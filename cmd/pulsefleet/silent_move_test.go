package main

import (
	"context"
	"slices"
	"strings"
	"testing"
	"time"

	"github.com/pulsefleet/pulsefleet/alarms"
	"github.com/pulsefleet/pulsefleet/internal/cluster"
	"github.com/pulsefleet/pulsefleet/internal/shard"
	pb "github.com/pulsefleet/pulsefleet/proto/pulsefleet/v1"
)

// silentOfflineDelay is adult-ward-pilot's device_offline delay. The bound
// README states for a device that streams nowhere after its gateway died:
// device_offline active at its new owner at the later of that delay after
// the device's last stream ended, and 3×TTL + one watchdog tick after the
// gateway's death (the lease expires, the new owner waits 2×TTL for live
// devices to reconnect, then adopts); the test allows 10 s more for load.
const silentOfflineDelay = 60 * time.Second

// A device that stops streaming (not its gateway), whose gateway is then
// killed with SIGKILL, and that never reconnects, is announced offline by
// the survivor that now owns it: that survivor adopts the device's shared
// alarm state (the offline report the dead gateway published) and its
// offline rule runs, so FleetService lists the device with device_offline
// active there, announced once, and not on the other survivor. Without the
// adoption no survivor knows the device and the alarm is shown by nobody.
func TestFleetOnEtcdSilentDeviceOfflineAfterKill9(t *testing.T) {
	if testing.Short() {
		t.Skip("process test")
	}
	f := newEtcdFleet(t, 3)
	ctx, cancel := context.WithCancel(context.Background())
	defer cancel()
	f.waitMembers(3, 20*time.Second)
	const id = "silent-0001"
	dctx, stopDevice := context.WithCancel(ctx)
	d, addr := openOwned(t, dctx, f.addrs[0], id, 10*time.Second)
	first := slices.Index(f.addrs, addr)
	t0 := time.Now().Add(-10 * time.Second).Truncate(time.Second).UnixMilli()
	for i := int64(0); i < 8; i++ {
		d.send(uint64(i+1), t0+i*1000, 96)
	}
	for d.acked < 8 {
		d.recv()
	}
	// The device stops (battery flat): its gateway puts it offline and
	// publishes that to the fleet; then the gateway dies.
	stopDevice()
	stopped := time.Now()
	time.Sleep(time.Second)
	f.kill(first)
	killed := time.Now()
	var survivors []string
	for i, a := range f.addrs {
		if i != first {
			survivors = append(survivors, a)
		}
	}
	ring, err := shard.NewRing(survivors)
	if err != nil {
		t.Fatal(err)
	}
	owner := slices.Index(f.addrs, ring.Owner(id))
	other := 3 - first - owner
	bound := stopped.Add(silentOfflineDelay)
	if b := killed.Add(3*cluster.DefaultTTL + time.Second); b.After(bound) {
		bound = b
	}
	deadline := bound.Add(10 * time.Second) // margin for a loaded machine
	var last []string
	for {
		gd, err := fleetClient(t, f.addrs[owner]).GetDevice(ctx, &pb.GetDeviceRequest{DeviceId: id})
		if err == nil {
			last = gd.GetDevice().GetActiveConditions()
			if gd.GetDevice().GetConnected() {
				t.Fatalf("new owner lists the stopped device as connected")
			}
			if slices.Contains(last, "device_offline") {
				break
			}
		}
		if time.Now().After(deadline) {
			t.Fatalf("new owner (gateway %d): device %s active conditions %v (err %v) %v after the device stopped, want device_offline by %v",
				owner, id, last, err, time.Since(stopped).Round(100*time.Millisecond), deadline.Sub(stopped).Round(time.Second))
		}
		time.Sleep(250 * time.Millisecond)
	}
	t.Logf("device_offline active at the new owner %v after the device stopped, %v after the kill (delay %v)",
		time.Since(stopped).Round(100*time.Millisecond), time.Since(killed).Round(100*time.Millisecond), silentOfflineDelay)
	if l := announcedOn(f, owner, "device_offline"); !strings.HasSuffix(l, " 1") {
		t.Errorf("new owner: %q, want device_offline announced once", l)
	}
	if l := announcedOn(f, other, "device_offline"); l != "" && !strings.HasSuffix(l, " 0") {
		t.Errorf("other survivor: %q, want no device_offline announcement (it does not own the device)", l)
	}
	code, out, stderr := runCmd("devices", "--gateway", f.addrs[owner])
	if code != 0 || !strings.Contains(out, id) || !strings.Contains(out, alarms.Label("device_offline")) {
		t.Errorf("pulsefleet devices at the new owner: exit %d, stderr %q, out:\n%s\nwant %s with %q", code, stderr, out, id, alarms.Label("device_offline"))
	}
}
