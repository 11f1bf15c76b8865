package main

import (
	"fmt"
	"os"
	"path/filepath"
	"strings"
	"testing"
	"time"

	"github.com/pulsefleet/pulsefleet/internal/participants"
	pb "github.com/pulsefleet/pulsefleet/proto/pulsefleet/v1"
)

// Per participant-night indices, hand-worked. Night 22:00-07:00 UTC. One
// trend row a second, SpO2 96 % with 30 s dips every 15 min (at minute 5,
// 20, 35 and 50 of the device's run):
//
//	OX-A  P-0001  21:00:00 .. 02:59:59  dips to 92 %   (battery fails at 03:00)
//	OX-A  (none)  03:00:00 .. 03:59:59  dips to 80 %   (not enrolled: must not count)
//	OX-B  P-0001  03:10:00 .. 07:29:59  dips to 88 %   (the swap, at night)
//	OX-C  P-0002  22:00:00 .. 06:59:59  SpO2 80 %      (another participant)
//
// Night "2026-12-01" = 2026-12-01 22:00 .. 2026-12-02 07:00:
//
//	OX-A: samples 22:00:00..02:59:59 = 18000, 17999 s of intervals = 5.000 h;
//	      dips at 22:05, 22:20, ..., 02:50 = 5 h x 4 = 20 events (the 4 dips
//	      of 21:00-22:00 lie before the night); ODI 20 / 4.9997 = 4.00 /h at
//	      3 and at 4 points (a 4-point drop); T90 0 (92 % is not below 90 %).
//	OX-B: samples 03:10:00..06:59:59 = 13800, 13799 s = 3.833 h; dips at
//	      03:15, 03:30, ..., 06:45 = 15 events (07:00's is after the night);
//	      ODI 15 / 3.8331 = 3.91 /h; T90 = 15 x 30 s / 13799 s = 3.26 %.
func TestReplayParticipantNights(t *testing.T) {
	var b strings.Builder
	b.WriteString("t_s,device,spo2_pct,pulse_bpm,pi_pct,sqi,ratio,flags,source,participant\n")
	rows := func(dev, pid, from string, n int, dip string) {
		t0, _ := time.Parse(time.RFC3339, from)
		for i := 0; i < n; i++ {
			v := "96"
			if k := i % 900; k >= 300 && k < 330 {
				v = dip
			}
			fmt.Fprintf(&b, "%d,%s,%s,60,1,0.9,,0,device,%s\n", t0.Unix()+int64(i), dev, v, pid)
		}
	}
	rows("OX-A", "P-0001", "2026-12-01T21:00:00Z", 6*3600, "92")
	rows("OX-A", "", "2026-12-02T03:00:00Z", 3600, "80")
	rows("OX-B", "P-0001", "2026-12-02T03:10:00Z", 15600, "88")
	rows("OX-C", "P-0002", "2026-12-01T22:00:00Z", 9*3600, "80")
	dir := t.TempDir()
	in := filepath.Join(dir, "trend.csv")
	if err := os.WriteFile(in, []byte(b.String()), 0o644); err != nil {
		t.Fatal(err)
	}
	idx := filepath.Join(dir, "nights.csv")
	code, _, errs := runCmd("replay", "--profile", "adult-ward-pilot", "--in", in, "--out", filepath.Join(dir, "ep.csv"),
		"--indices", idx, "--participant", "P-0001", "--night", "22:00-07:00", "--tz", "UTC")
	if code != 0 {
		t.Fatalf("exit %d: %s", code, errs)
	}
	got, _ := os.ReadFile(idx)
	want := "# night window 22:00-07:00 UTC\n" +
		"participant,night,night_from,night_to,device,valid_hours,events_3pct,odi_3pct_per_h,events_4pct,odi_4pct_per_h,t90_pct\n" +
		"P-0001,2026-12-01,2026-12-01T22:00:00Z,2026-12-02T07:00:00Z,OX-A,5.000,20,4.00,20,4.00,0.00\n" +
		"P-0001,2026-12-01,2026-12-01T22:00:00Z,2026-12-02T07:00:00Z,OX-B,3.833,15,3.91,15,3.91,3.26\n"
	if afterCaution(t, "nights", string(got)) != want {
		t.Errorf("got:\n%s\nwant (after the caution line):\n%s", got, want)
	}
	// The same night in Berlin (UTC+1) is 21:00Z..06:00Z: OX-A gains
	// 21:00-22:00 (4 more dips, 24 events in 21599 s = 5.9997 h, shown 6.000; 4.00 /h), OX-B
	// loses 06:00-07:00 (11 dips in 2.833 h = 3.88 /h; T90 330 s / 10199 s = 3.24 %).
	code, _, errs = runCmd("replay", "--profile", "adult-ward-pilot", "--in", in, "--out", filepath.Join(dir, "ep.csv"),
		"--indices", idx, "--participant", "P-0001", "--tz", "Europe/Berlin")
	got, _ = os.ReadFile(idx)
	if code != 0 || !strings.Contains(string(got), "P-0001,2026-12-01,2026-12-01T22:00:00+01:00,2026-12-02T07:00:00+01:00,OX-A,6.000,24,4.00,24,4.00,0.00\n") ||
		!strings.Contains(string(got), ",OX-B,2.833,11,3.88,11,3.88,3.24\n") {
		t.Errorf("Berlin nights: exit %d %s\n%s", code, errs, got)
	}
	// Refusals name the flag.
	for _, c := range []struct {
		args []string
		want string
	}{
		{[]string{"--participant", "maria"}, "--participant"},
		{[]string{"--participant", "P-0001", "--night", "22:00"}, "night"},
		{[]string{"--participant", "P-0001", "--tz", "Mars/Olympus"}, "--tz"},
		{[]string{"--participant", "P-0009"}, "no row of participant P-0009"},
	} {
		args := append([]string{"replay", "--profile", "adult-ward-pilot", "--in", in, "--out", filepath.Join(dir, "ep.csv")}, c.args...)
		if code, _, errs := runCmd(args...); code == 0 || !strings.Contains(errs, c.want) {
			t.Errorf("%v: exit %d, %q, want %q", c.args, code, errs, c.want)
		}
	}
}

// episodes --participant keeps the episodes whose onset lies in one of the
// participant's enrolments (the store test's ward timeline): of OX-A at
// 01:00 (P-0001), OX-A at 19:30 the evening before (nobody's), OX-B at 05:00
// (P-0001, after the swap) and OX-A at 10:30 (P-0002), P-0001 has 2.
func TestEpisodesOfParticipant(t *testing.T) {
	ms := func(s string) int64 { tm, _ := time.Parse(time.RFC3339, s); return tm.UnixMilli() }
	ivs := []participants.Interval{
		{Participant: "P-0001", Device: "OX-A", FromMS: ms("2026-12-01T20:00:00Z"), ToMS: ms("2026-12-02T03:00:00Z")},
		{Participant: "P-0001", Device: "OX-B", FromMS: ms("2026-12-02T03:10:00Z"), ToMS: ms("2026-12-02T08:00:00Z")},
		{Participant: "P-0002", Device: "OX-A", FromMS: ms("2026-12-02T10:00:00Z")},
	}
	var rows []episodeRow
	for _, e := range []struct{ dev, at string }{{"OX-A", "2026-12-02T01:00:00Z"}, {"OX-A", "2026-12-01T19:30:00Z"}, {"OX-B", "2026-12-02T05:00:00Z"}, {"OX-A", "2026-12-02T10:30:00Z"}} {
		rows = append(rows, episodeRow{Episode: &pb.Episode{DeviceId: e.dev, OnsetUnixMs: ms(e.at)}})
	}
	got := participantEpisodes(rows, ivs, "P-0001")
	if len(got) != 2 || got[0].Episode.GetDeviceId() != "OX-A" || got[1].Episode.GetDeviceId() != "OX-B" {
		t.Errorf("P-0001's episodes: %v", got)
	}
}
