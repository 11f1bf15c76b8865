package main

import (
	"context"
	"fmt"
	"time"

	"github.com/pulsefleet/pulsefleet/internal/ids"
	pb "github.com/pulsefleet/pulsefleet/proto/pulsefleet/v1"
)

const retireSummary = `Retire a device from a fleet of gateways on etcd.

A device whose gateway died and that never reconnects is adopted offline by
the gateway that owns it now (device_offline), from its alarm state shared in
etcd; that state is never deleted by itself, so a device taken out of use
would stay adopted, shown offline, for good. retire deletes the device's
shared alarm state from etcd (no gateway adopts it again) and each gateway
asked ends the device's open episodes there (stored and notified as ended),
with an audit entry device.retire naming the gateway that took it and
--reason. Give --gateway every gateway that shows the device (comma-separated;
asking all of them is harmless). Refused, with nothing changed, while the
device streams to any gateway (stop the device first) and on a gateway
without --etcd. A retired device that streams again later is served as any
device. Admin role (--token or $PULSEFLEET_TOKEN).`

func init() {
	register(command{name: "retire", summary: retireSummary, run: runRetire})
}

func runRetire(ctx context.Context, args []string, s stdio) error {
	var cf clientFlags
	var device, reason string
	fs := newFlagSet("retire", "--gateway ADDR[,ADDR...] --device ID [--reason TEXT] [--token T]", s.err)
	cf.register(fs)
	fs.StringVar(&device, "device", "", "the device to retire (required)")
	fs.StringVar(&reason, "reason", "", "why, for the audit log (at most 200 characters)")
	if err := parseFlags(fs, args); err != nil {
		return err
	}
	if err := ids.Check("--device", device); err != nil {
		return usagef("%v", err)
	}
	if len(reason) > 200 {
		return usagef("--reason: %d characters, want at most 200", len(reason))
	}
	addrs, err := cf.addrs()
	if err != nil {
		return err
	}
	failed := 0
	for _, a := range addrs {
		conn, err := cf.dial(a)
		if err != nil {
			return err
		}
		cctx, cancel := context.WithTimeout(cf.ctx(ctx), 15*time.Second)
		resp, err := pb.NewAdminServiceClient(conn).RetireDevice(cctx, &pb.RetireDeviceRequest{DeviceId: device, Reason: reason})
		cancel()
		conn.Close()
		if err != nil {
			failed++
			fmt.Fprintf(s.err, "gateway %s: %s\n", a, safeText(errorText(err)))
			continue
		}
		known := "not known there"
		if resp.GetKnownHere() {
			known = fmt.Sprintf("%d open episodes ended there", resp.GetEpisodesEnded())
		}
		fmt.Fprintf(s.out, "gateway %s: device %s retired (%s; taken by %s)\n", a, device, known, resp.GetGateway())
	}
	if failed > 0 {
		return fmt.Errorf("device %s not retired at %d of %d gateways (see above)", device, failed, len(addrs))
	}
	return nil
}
---
In the material above, how many lines include the string "retireSummary"? Please reply with the number only.

**YOUR RESPONSE**:
2